- GIVEN RECORDS -

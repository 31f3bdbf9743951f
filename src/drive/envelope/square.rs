//! 1 from start to end.

use std::sync::Arc;

use super::{Curve, Parameters, Pieces, ShapeFault};

#[derive(Debug)]
struct Square {
    length_s: f64,
}

/// Reads `length`.
pub(super) fn build(parameters: &Parameters) -> Result<Arc<dyn Curve>, ShapeFault> {
    Ok(Arc::new(Square { length_s: parameters.length()? }))
}

impl Curve for Square {
    fn at(&self, _t_s: f64) -> f64 {
        1.0
    }

    fn slope(&self, _t_s: f64) -> f64 {
        0.0
    }

    fn length_s(&self) -> f64 {
        self.length_s
    }

    fn area_s(&self) -> f64 {
        self.length_s
    }

    fn largest(&self) -> f64 {
        1.0
    }

    fn pieces(&self) -> Pieces {
        Pieces::Constant(1.0)
    }
}
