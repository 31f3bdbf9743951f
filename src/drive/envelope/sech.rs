//! 1/cosh(u/T) with u = t - c, cut at c on both sides.
//!
//! Lifted, (g(t) - g(0))/(1 - g(0)): the two differences are products of sines hyperbolic, whose large factors cancel, and
//! what is left is (1 - exp(-t/T)) (1 - exp(-(L - t)/T)) / ((1 - exp(-c/T))^2 cosh(u/T)), all by expm1.
//! Area 4 T atan(tanh(c/(2 T))), the Gudermannian (M. Abramowitz and I. A. Stegun, Handbook of Mathematical Functions (1964),
//! 4.3.117).

use std::sync::Arc;

use super::lift::refuse_flat;
use super::parameters::positive;
use super::{Curve, Edge, Parameters, Pieces, ShapeFault};
use crate::quadrature::integral;
use crate::units::RAD_PER_TURN;

#[derive(Debug)]
struct Sech {
    time_s: f64,
    cut_s: f64,
    /// 1 - g(0) where the edge is lifted.
    lifted: Option<f64>,
}

/// Reads `sech_time`, `cut_at` and `edge`.
pub(super) fn build(parameters: &Parameters) -> Result<Arc<dyn Curve>, ShapeFault> {
    let time_s = positive("sech_time", parameters.sech_time_s)?;
    let cut_s = parameters.cut_at()?;
    let lifted = match parameters.edge()? {
        Edge::Step => None,
        Edge::Lift => Some(lifted(cut_s / time_s)),
    };
    if let Some(lifted) = lifted {
        refuse_flat(lifted, 1.0)?;
    }
    Ok(Arc::new(Sech { time_s, cut_s, lifted }))
}

/// 1 - 1/cosh(b) = (1 - exp(-b))^2/(1 + exp(-2 b)).
fn lifted(b: f64) -> f64 {
    (-b).exp_m1().powi(2) / (1.0 + (-2.0 * b).exp())
}

impl Curve for Sech {
    fn at(&self, t_s: f64) -> f64 {
        let value = 1.0 / ((t_s - self.cut_s) / self.time_s).cosh();
        if self.lifted.is_none() {
            return value;
        }
        let start = (-t_s / self.time_s).exp_m1();
        let end = ((t_s - self.length_s()) / self.time_s).exp_m1();
        let whole = (-self.cut_s / self.time_s).exp_m1();
        value * (start / whole) * (end / whole)
    }

    fn slope(&self, t_s: f64) -> f64 {
        let share = (t_s - self.cut_s) / self.time_s;
        -share.tanh() / share.cosh() / self.time_s / self.lifted.unwrap_or(1.0)
    }

    fn length_s(&self) -> f64 {
        2.0 * self.cut_s
    }

    fn area_s(&self) -> f64 {
        let share = self.cut_s / self.time_s;
        let step = 4.0 * self.time_s * (0.5 * share).tanh().atan();
        match self.lifted {
            None => step,
            // The closed form takes a pedestal off that is most of the area; the curve is one smooth arch there.
            Some(lifted) if lifted < 0.5 => integral(0.0, self.length_s(), |t| self.at(t)),
            Some(lifted) => (step - self.length_s() / share.cosh()) / lifted,
        }
    }

    /// pi T; the lifted curve has the same peak.
    fn uncut_area_s(&self) -> f64 {
        0.5 * RAD_PER_TURN * self.time_s
    }

    fn largest(&self) -> f64 {
        1.0
    }

    fn pieces(&self) -> Pieces {
        Pieces::Smooth { kinks_s: Arc::from([]) }
    }
}
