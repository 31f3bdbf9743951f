"""Reference numbers for whole sequences, by routes that share nothing with the program; written to sequences.json beside.

chain: seven levels with couplings of every phase, by mpmath.expm at 40 digits.
chirped_gaussian: three levels under a lab-frame linear drive with a gaussian envelope and a chirp, by scipy DOP853 at 1e-13.
echo: three pulses of different shapes with waits, linear drive, by scipy DOP853 at 1e-13.
quadrature: a ladder of four under a raised cosine with its derivative in quadrature, one-sided, by mpmath.odefun at 25 digits.

H in Hz: i d(psi)/dt = 2 pi H psi. Run: python3 tests/reference/sequences.py
"""

import json
import os

import mpmath as mp
import numpy as np
from scipy.integrate import solve_ivp


def chain():
    mp.mp.dps = 40
    n = 7
    h = mp.matrix(n, n)
    for k in range(n):
        h[k, k] = mp.mpf(10) ** 6 * (mp.mpf(37) / 10 * k - mp.mpf(k * k) / 4)
        for j in range(k):
            size = mp.mpf(10) ** 6 * (1 + mp.mpf(j) / 2) / (k - j) ** 2
            h[j, k] = size * (k - 2 * j + 1j * (j + 1)) / 8
            h[k, j] = mp.conj(h[j, k])
    u = mp.expm(-2j * mp.pi * h * mp.mpf("2.3e-6"), method="taylor")
    return {"populations": [mp.nstr(abs(u[k, 2]) ** 2, 20) for k in range(n)]}


def solve(h, start, times, marks):
    """populations at the marks; steps never cross one of the times"""
    psi, t, found = np.array(start, complex), 0.0, []
    for end in times:
        done = solve_ivp(lambda t, y: -2j * np.pi * (h(t) @ y), (t, end), psi, method="DOP853", rtol=1e-13, atol=1e-15)
        psi, t = done.y[:, -1], end
        if end in marks:
            found.append(list(np.abs(psi) ** 2))
    return found


def chirped_gaussian():
    levels = np.diag([0.0, 21e6, 39e6]).astype(complex)
    shape = np.zeros((3, 3), complex)
    shape[0, 1] = shape[1, 0] = 1.0
    shape[1, 2] = shape[2, 1] = 1.3
    sigma, cut, centre, rate, peak = 0.15e-6, 0.5e-6, 20.5e6, 3e12, 2.4e6

    def h(t):
        u = t - cut
        # carrier f(t) = centre + rate (t - cut); the centre runs on from 0, the chirp adds its integral from the start
        turns = centre * t + rate * (t * t / 2 - cut * t)
        return levels + peak * np.exp(-u * u / (2 * sigma**2)) * np.cos(2 * np.pi * turns) * shape

    return {"populations": solve(h, [1, 0, 0], [0.4e-6, 0.5e-6, 1e-6], [0.4e-6, 1e-6])}


def echo():
    levels = np.diag([0.0, 14e6]).astype(complex)
    sx = np.array([[0, 1], [1, 0]], complex)
    carrier, peak = 14.3e6, 3e6
    starts = [0.0, 0.5e-6, 1.2e-6]
    ends = [0.2e-6, 0.9e-6, 1.5e-6]
    phases = [0.0, 0.25, 0.125]

    def envelope(k, t):
        length = ends[k] - starts[k]
        s = t - starts[k]
        if k == 0:
            return (1 - np.cos(2 * np.pi * s / length)) / 2
        if k == 1:
            rise = 0.1e-6
            return min(s / rise, 1.0, (length - s) / rise)
        return 0.42 - 0.5 * np.cos(2 * np.pi * s / length) + 0.08 * np.cos(4 * np.pi * s / length)

    def h(t):
        total = levels.copy()
        for k in range(3):
            if starts[k] <= t <= ends[k]:
                total += peak * envelope(k, t) * np.cos(2 * np.pi * (carrier * t + phases[k])) * sx
        return total

    times = [0.2e-6, 0.5e-6, 0.6e-6, 0.8e-6, 0.9e-6, 1.2e-6, 1.5e-6]
    return {"populations": solve(h, [1, 0], times, [0.5e-6, 1.2e-6, 1.5e-6])}


def quadrature():
    # the frame of the drive, in which the one-sided drive stands still: populations do not depend on it
    mp.mp.dps = 25
    length, anharmonicity, area = mp.mpf("20e-9"), mp.mpf("-250e6"), mp.mpf("0.5")
    peak = area / (length / 2)
    grow = [mp.sqrt(k) for k in (1, 2, 3)]
    diagonal = [0, 0, anharmonicity, 3 * anharmonicity]

    def right(t, y):
        x = peak * (1 - mp.cos(2 * mp.pi * t / length)) / 2
        slope = peak * mp.pi / length * mp.sin(2 * mp.pi * t / length)
        # factor 1 against the anharmonicity: minus the slope over 2 pi times it, a quarter turn behind
        turning = (x + 1j * (-slope / (2 * mp.pi * anharmonicity))) / 2
        out = []
        for k in range(4):
            z = diagonal[k] * y[k]
            if k > 0:
                z += turning * grow[k - 1] * y[k - 1]
            if k < 3:
                z += mp.conj(turning) * grow[k] * y[k + 1]
            out.append(-2j * mp.pi * z)
        return out

    # mpmath.odefun takes real or complex lists; the Taylor series carries the digits
    y = mp.odefun(right, 0, [mp.mpc(1), mp.mpc(0), mp.mpc(0), mp.mpc(0)], tol=mp.mpf(10) ** -18)(length)
    return {"populations": [mp.nstr(abs(z) ** 2, 18) for z in y]}


if __name__ == "__main__":
    found = {"chain": chain(), "chirped_gaussian": chirped_gaussian(), "echo": echo(), "quadrature": quadrature()}
    with open(os.path.join(os.path.dirname(os.path.abspath(__file__)), "sequences.json"), "w") as file:
        json.dump(found, file, indent=1)
        file.write("\n")
    print(json.dumps(found, indent=1))
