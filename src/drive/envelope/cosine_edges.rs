//! Flat, with edges (1 - cos(pi t/rise))/2 = sin^2(pi t/(2 rise)) inside L. The second derivative jumps where an edge meets
//! the flat; edges that fill the pulse make a raised cosine, without a kink.

use std::sync::Arc;

use super::raised_cosine::sine_squared;
use super::{Curve, Parameters, Pieces, ShapeFault};

#[derive(Debug)]
struct CosineEdges {
    length_s: f64,
    rise_s: f64,
}

/// Reads `length` and `rise`.
pub(super) fn build(parameters: &Parameters) -> Result<Arc<dyn Curve>, ShapeFault> {
    let (length_s, rise_s) = parameters.length_and_rise()?;
    Ok(Arc::new(CosineEdges { length_s, rise_s }))
}

impl CosineEdges {
    /// Value and slope (1/s).
    fn both(&self, t_s: f64) -> (f64, f64) {
        let from_end_s = self.length_s - t_s;
        let (near_s, sign) = if t_s <= from_end_s { (t_s, 1.0) } else { (from_end_s, -1.0) };
        if near_s >= self.rise_s {
            return (1.0, 0.0);
        }
        let (value, slope) = sine_squared(near_s, 2.0 * self.rise_s);
        (value, sign * slope)
    }
}

impl Curve for CosineEdges {
    fn at(&self, t_s: f64) -> f64 {
        self.both(t_s).0
    }

    fn slope(&self, t_s: f64) -> f64 {
        self.both(t_s).1
    }

    fn length_s(&self) -> f64 {
        self.length_s
    }

    fn area_s(&self) -> f64 {
        self.length_s - self.rise_s
    }

    fn largest(&self) -> f64 {
        1.0
    }

    fn pieces(&self) -> Pieces {
        let far_s = self.length_s - self.rise_s;
        let kinks_s = if far_s > self.rise_s { Arc::from([self.rise_s, far_s]) } else { Arc::from([]) };
        Pieces::Smooth { kinks_s }
    }
}
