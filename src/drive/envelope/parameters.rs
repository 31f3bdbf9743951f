//! What a shape is built from, and what can be wrong with it. All times in s, all values without dimension.

use std::sync::Arc;

pub use crate::config::envelopes::{Between, Edge};

/// The keys of an envelope that give its shape, in SI; a shape reads those it knows.
#[derive(Debug, Clone, Default, PartialEq)]
pub struct Parameters {
    /// `length`, s.
    pub length_s: Option<f64>,
    /// `rise`, 0 to 100 %, s.
    pub rise_s: Option<f64>,
    /// `field_sigma`, s.
    pub field_sigma_s: Option<f64>,
    /// `field_fwhm`, s.
    pub field_fwhm_s: Option<f64>,
    /// `intensity_fwhm`: full width at half maximum of the squared envelope, s.
    pub intensity_fwhm_s: Option<f64>,
    /// `sech_time`, s.
    pub sech_time_s: Option<f64>,
    /// `rise_10_90`, s.
    pub rise_10_90_s: Option<f64>,
    /// `cut_at`: from the centre to the end, s.
    pub cut_at_s: Option<f64>,
    /// `edge`.
    pub edge: Option<Edge>,
    /// `samples`, or the second column of `file`.
    pub samples: Option<Arc<[f64]>>,
    /// First column of `file`, s; absent where the list is spread over `length` in equal parts.
    pub sample_times_s: Option<Arc<[f64]>>,
    /// `between`.
    pub between: Option<Between>,
}

/// What is wrong with a shape; the sentence is made where the place in the file is known.
#[derive(Debug, Clone, PartialEq)]
pub enum ShapeFault {
    /// No shape of this name.
    UnknownShape {
        /// The word as written.
        word: String,
    },
    /// A key that the shape needs is not there.
    Missing {
        /// The key.
        key: &'static str,
    },
    /// Exactly one of several keys is wanted.
    NotOneOf {
        /// The keys to choose from.
        keys: &'static [&'static str],
        /// Those that are there (none, or more than one).
        given: Vec<&'static str>,
    },
    /// A time that must be finite and above zero is not.
    NotPositive {
        /// The key.
        key: &'static str,
        /// Its value, s.
        value: f64,
    },
    /// The two edges do not fit into the length.
    EdgesTooLong {
        /// One edge, s.
        rise_s: f64,
        /// The whole pulse, s.
        length_s: f64,
    },
    /// The pedestal equals the peak to within a millionth: nothing is left to lift.
    FlatLift {
        /// The value at the cut, of a peak of `peak`.
        pedestal: f64,
        /// The value at the centre.
        peak: f64,
    },
    /// `edge: lift` on a curve that starts at 0 and has no pedestal.
    NothingToLift,
    /// The list is too short for what stands between its values.
    TooFewSamples {
        /// How many there are.
        found: usize,
        /// How many are needed.
        needed: usize,
    },
    /// A sample is not a finite number.
    SampleNotFinite {
        /// Which one, from 0.
        index: usize,
        /// Its value.
        value: f64,
    },
    /// There is not one time for each sample.
    TimesNotAsMany {
        /// Number of times.
        times: usize,
        /// Number of samples.
        samples: usize,
    },
    /// The first time of a file is not 0.
    FirstTimeNotZero {
        /// The first time, s.
        time_s: f64,
    },
    /// A time is not later than the one before it.
    TimesNotAscending {
        /// Which one, from 0.
        index: usize,
        /// The time, s.
        time_s: f64,
    },
    /// `band limited` with times that are not in equal steps (to 1e-9 of a step).
    UnequalSteps {
        /// The later of the two times, from 0.
        index: usize,
        /// The step before it, s.
        step_s: f64,
        /// The step that all would have, s.
        equal_s: f64,
    },
    /// `hold`: the length ends before, or at, the start of the last sample.
    EndsBeforeLastSample {
        /// `length`, s.
        length_s: f64,
        /// Start of the last sample, s.
        last_s: f64,
    },
    /// A length beside a file whose last time ends the pulse at another time.
    LengthDisagrees {
        /// `length`, s.
        length_s: f64,
        /// Last time of the file, s.
        last_s: f64,
    },
}

/// `value` of the key `key`, which must be there, finite and above zero, s.
pub(super) fn positive(key: &'static str, value: Option<f64>) -> Result<f64, ShapeFault> {
    match value {
        None => Err(ShapeFault::Missing { key }),
        Some(value) if value.is_finite() && value > 0.0 => Ok(value),
        Some(value) => Err(ShapeFault::NotPositive { key, value }),
    }
}

impl Parameters {
    /// `length`, s.
    pub(super) fn length(&self) -> Result<f64, ShapeFault> {
        positive("length", self.length_s)
    }

    /// `cut_at`, s.
    pub(super) fn cut_at(&self) -> Result<f64, ShapeFault> {
        positive("cut_at", self.cut_at_s)
    }

    /// `edge`.
    pub(super) fn edge(&self) -> Result<Edge, ShapeFault> {
        self.edge.ok_or(ShapeFault::Missing { key: "edge" })
    }

    /// `length` and `rise` of a flat pulse, s. Edges that fill the pulse but for rounding are made to fill it.
    pub(super) fn length_and_rise(&self) -> Result<(f64, f64), ShapeFault> {
        let length_s = self.length()?;
        let rise_s = positive("rise", self.rise_s)?;
        if 2.0 * rise_s > length_s * (1.0 + 1e-12) {
            return Err(ShapeFault::EdgesTooLong { rise_s, length_s });
        }
        let filled = 2.0 * rise_s > length_s * (1.0 - 1e-12);
        Ok((length_s, if filled { length_s / 2.0 } else { rise_s }))
    }
}
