//! The shape of a curve put aside: 1 all through the pulse, with length, area and largest value of the curve itself. What a term then holds
//! is the size of its drive alone.

use std::sync::Arc;

use super::{Curve, Pieces};

/// A curve without its shape.
#[derive(Debug, Clone)]
pub struct Flat(pub Arc<dyn Curve>);

impl Curve for Flat {
    fn at(&self, _: f64) -> f64 {
        1.0
    }

    fn slope(&self, _: f64) -> f64 {
        0.0
    }

    fn length_s(&self) -> f64 {
        self.0.length_s()
    }

    fn area_s(&self) -> f64 {
        self.0.area_s()
    }

    fn uncut_area_s(&self) -> f64 {
        self.0.uncut_area_s()
    }

    fn largest(&self) -> f64 {
        self.0.largest()
    }

    fn pieces(&self) -> Pieces {
        Pieces::Constant(1.0)
    }
}
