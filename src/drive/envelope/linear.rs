//! Straight lines between samples; a kink at each inner one.

use std::sync::Arc;

use super::{Curve, Pieces};

/// `values[k]` at `times_s[k]`, ascending from 0, at least two; the last one stands at the end.
#[derive(Debug)]
pub(super) struct Linear {
    pub times_s: Arc<[f64]>,
    pub values: Arc<[f64]>,
}

impl Linear {
    /// The sample at which the line at `t_s` begins.
    fn segment(&self, t_s: f64) -> usize {
        self.times_s.partition_point(|time| *time <= t_s).clamp(1, self.times_s.len() - 1) - 1
    }
}

impl Curve for Linear {
    fn at(&self, t_s: f64) -> f64 {
        let k = self.segment(t_s);
        let (from_s, to_s) = (self.times_s[k], self.times_s[k + 1]);
        (self.values[k] * (to_s - t_s) + self.values[k + 1] * (t_s - from_s)) / (to_s - from_s)
    }

    fn slope(&self, t_s: f64) -> f64 {
        let k = self.segment(t_s);
        (self.values[k + 1] - self.values[k]) / (self.times_s[k + 1] - self.times_s[k])
    }

    fn length_s(&self) -> f64 {
        self.times_s[self.times_s.len() - 1]
    }

    fn area_s(&self) -> f64 {
        let lines = self.times_s.windows(2).zip(self.values.windows(2));
        lines.map(|(times, values)| 0.5 * (times[1] - times[0]) * (values[0] + values[1])).sum()
    }

    fn largest(&self) -> f64 {
        self.values.iter().fold(0.0, |largest, value| value.abs().max(largest))
    }

    fn pieces(&self) -> Pieces {
        Pieces::Smooth { kinks_s: Arc::from(&self.times_s[1..self.times_s.len() - 1]) }
    }
}
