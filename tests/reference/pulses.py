"""Amplitudes at the end of three pulses, by SciPy's DOP853 at 1e-13 in the frame of the problem itself, nothing turned away.

i d(psi)/dt = H psi, H = A + c exp(-2 pi i (p + f t)) B + adjoint; frequencies in Hz.
"""
import numpy as np
from scipy.integrate import solve_ivp

TAU = 2 * np.pi


def end(levels, statics, terms, length, start=0):
    a = TAU * (np.diag(np.array(levels, dtype=complex)) + statics)
    y = np.zeros(len(levels), dtype=complex)
    y[start] = 1

    def slope(t, y):
        h = a.copy()
        for b, f, p, c in terms:
            m = TAU * c(t) * np.exp(-1j * TAU * (p + f * t)) * b
            h += m + m.conj().T
        return -1j * (h @ y)

    s = solve_ivp(slope, (0, length), y, method="DOP853", rtol=1e-13, atol=1e-14)
    return s.y[:, -1]


def entries(n, list_):
    m = np.zeros((n, n), dtype=complex)
    for r, c, v in list_:
        m[r, c] = v
    return m


both = entries(3, [(1, 0, 1), (0, 1, 1), (2, 1, 1.4), (1, 2, 1.4)])
hump = lambda length: lambda t: np.sin(np.pi * t / length) ** 2
cases = {
    "ladder, linear": ([0, 5.0, 9.7], 0, [(both, 5.0, 0.2, lambda t: 0.3 * hump(12)(t))], 12.0),
    "chirp": ([0, 3.0], 0, [(entries(2, [(1, 0, 1)]), 3.0, 0.0, lambda t: 1.1 * hump(4)(t) * np.exp(-1j * np.pi * 0.9 * (t - 2) ** 2))], 4.0),
    "static coupling, two drives": (
        [0, 1.5, -0.7],
        entries(3, [(0, 1, 0.3), (1, 0, 0.3), (1, 2, 0.2j), (2, 1, -0.2j)]),
        [(entries(3, [(2, 0, 1)]), 0.6, 0.1, lambda t: 0.5 * np.exp(-(((t - 1) / 0.8) ** 2))), (np.diag([0, 0.5, 0]), 0.0, 0.0, lambda t: 2 * np.tanh(t - 2))],
        5.0,
    ),
}
for name, case in cases.items():
    print(name, [(float(z.real), float(z.imag)) for z in end(*case)])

- WHAT THE EXERCISE ASKS -
Line count for "frame": state how many lines of the records contain it, and give only the number.

- TASK RESPONSE -
3